Stored items:

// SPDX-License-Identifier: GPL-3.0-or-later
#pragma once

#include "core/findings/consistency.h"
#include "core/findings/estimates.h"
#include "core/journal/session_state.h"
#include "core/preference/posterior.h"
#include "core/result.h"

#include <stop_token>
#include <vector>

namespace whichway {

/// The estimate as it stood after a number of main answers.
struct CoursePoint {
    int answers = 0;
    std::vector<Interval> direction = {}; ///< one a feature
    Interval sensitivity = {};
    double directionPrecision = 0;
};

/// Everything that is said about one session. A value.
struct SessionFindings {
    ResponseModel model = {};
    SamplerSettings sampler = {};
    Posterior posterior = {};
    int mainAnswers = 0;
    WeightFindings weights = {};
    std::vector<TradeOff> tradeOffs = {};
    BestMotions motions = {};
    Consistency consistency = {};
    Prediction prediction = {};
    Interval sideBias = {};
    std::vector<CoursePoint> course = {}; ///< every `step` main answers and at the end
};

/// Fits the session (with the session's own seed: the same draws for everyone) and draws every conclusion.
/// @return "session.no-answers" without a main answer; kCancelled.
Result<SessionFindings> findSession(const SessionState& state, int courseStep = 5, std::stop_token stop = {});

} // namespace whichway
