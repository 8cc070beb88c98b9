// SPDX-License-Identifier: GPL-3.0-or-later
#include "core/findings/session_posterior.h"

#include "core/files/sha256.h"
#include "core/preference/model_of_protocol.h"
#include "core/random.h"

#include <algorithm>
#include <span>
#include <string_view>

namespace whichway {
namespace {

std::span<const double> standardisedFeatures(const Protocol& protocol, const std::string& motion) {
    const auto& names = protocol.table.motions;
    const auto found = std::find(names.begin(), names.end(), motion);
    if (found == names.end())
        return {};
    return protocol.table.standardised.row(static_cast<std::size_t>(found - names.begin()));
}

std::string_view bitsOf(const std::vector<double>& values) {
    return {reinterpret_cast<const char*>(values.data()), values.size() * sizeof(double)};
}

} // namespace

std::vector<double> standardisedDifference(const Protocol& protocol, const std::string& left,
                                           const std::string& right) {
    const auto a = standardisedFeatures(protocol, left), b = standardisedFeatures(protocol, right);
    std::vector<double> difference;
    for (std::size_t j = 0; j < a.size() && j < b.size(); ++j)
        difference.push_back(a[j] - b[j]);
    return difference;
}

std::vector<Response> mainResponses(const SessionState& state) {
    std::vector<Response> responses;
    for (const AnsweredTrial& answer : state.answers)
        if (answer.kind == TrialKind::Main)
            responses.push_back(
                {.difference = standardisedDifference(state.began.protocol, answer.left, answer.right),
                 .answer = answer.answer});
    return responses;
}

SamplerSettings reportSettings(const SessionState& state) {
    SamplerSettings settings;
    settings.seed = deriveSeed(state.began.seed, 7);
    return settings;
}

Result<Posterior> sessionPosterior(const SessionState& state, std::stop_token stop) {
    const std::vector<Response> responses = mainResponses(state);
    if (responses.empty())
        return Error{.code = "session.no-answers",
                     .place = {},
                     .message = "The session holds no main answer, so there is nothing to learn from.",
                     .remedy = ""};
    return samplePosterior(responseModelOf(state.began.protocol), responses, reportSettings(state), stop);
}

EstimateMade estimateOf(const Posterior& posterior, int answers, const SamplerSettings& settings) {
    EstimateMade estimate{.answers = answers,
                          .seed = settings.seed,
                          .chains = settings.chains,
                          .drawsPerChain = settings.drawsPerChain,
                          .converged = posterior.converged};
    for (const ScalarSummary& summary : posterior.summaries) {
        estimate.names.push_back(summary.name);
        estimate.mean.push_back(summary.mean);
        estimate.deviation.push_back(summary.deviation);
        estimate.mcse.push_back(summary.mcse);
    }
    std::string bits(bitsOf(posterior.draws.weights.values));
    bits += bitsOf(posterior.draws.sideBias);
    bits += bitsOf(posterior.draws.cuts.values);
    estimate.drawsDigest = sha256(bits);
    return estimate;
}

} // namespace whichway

**What to work on**: Transcribe exactly, please, the lines from the one with "std::string bits(bitsOf(posterior.draws.weights.values));" to the last line of the entries above, ends included.

**Task response**:
    std::string bits(bitsOf(posterior.draws.weights.values));
    bits += bitsOf(posterior.draws.sideBias);
    bits += bitsOf(posterior.draws.cuts.values);
    estimate.drawsDigest = sha256(bits);
    return estimate;
}

} // namespace whichway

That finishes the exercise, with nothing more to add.